## Instructions for the task
For the string "started", find every matching line in the records and copy it.

___ Information provided

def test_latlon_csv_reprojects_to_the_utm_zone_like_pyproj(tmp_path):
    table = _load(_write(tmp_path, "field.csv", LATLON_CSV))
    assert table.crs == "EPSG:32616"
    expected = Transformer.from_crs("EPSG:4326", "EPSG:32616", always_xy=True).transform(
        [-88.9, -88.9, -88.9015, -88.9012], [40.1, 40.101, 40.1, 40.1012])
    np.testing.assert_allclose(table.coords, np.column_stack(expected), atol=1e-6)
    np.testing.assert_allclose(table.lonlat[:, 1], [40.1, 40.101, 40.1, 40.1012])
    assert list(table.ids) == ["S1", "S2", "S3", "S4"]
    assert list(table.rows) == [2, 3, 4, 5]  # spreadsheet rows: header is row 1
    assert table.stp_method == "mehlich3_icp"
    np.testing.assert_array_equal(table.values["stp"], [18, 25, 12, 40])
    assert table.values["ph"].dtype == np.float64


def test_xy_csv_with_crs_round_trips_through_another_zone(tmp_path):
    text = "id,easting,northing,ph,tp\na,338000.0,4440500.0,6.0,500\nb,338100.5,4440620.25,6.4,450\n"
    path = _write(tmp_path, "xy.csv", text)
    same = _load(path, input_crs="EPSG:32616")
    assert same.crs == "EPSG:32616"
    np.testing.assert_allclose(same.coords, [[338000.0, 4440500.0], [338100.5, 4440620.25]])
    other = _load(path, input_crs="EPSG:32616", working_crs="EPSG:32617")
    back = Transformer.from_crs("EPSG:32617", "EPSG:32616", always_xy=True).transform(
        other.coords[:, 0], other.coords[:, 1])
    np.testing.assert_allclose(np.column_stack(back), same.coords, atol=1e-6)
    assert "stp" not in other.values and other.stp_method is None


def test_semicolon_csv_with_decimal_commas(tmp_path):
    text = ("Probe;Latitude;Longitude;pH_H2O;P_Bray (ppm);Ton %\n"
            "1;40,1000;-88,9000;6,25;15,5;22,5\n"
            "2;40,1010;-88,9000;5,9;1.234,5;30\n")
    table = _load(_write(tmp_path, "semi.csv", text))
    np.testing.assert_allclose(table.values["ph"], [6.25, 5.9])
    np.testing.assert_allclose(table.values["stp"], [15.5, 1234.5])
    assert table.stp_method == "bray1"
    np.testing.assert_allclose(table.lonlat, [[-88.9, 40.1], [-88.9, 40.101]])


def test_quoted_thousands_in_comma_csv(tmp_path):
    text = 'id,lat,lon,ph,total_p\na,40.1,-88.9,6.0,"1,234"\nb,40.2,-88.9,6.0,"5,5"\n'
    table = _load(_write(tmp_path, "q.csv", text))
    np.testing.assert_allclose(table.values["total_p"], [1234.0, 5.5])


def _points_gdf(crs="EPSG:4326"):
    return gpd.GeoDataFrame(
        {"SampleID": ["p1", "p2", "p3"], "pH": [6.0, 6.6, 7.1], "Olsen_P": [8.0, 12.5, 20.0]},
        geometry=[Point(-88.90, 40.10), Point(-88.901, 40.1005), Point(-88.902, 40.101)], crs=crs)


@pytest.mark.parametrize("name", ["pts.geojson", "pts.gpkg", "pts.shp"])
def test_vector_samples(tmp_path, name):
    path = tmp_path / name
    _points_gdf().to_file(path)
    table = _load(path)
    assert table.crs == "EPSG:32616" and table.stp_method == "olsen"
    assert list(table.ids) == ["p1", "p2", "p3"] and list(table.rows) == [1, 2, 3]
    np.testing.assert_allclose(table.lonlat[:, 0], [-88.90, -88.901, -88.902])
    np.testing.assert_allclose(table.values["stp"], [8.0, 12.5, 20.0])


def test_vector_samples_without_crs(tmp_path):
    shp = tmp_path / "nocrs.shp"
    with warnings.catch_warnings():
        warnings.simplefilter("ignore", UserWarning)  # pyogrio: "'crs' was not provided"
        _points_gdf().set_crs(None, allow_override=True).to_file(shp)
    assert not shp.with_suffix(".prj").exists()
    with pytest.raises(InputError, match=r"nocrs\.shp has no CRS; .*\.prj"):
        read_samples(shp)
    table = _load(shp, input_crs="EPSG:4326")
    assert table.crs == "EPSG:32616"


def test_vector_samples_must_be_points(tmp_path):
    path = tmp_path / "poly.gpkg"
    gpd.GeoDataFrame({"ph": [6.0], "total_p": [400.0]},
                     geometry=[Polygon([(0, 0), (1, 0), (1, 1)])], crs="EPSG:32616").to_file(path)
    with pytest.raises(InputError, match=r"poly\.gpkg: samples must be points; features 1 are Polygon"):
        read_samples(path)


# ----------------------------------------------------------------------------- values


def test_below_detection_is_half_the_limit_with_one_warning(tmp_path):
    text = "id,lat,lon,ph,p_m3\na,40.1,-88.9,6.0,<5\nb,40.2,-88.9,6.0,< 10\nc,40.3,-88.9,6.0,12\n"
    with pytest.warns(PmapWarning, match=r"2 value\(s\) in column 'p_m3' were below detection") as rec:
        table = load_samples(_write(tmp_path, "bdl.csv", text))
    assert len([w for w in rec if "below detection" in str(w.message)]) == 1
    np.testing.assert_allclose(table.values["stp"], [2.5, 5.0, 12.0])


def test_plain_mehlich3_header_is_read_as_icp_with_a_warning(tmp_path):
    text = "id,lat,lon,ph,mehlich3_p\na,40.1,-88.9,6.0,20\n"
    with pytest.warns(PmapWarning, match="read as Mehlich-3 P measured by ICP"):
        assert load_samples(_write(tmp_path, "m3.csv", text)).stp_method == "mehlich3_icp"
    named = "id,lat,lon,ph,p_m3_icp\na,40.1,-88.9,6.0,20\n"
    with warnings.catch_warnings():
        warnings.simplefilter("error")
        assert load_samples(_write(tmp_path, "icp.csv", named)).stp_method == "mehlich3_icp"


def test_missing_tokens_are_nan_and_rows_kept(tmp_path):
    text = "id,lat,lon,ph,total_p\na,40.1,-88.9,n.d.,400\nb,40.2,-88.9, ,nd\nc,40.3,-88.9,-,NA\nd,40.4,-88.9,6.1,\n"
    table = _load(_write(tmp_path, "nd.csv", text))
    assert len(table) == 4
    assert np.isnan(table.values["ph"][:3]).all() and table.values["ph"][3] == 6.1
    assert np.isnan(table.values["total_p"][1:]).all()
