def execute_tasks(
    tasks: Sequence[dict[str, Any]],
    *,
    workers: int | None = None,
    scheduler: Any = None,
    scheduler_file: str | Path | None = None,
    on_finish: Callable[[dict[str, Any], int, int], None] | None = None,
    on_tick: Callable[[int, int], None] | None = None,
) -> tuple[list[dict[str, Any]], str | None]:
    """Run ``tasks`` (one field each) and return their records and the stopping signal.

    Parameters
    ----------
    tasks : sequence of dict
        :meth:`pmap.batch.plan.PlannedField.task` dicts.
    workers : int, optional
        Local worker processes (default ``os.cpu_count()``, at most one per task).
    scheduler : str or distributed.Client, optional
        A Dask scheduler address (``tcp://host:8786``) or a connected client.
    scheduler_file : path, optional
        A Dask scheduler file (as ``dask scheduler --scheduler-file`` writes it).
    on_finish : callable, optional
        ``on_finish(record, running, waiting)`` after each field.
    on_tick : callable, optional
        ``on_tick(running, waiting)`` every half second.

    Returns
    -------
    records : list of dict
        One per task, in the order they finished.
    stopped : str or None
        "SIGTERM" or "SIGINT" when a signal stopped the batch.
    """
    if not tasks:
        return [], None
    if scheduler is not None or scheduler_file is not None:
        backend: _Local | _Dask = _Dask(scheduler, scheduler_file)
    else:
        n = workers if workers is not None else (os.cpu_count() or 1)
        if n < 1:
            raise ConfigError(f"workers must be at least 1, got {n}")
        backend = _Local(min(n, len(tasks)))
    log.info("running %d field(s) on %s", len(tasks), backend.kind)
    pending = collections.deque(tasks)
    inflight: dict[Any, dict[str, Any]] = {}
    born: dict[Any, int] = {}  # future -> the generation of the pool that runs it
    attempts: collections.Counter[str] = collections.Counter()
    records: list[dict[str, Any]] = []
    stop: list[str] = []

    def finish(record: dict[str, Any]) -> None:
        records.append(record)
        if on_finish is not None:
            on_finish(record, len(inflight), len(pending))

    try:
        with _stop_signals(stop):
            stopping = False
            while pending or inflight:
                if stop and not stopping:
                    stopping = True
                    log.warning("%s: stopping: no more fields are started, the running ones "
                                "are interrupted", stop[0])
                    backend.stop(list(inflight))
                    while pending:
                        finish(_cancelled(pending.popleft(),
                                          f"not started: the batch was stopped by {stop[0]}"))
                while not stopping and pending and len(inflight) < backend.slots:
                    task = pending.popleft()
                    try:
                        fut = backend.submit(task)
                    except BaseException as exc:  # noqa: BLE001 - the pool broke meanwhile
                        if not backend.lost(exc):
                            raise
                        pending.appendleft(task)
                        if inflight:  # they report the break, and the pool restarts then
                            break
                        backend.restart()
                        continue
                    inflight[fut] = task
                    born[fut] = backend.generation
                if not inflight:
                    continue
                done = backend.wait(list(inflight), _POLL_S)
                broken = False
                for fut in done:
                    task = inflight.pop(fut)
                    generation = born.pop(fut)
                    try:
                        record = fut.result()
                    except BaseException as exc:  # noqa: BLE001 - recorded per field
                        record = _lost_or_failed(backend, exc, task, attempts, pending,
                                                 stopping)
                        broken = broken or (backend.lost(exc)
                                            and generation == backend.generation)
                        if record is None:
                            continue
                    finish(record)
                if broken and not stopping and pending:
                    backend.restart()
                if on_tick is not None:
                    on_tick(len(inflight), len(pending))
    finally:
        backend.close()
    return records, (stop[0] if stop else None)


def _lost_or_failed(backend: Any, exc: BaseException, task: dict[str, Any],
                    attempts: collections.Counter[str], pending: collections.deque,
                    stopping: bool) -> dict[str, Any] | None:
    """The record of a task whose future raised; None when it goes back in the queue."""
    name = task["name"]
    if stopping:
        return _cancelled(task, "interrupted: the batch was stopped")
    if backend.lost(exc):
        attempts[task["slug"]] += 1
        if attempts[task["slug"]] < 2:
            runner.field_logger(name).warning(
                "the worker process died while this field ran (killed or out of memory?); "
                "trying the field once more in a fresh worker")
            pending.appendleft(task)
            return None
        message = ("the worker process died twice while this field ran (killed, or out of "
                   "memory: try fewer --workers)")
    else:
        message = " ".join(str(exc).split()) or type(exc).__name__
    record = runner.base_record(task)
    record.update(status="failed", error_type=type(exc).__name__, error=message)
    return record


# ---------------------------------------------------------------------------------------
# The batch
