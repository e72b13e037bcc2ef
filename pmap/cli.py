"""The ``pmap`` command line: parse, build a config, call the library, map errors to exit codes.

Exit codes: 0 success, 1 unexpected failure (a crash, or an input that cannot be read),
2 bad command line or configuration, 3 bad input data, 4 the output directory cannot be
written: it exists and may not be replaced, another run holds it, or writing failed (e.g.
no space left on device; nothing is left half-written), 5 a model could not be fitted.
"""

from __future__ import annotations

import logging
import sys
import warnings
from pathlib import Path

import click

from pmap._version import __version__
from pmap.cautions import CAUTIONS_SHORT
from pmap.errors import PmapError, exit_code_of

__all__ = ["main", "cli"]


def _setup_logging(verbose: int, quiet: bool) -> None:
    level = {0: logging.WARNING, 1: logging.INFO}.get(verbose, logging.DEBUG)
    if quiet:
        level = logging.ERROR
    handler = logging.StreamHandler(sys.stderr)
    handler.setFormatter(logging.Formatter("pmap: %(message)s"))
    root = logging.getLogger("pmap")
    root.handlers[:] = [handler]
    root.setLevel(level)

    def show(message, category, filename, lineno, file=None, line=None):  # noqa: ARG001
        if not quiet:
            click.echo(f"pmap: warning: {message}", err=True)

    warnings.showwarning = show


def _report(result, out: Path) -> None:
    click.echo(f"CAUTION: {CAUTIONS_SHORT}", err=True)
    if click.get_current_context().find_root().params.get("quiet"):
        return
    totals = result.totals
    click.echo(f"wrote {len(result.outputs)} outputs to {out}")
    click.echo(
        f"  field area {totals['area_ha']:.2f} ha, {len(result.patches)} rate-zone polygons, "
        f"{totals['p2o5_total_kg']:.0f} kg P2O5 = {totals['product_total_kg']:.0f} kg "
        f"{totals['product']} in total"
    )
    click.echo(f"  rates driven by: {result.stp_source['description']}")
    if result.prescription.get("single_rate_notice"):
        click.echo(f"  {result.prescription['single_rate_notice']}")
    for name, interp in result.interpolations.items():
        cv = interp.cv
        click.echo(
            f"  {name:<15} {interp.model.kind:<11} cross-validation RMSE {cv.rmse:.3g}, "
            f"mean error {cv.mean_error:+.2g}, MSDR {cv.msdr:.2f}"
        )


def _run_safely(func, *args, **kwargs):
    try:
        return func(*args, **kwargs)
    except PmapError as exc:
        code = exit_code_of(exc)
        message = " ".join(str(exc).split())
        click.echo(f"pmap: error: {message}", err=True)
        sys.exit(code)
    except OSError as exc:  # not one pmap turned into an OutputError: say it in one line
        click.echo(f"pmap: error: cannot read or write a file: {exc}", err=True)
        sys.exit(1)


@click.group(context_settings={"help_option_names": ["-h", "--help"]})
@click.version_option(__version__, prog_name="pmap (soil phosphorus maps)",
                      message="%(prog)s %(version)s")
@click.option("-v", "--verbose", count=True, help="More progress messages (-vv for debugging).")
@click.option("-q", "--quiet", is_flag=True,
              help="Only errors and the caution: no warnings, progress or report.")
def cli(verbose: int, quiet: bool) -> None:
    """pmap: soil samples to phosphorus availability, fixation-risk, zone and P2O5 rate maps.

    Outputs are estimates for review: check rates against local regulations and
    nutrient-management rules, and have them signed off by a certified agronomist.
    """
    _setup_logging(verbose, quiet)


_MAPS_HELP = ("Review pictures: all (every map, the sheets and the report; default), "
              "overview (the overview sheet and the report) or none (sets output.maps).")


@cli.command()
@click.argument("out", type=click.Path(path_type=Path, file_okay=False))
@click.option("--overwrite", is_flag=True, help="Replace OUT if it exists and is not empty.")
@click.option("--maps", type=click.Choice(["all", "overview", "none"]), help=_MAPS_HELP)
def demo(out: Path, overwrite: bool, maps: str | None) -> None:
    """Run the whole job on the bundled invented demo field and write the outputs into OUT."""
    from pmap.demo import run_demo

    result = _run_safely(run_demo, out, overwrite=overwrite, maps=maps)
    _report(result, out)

______

## Exercise solution
                    log.warning("%s: stopping: no more fields are started, the running ones "
                                          f"not started: the batch was stopped by {stop[0]}"))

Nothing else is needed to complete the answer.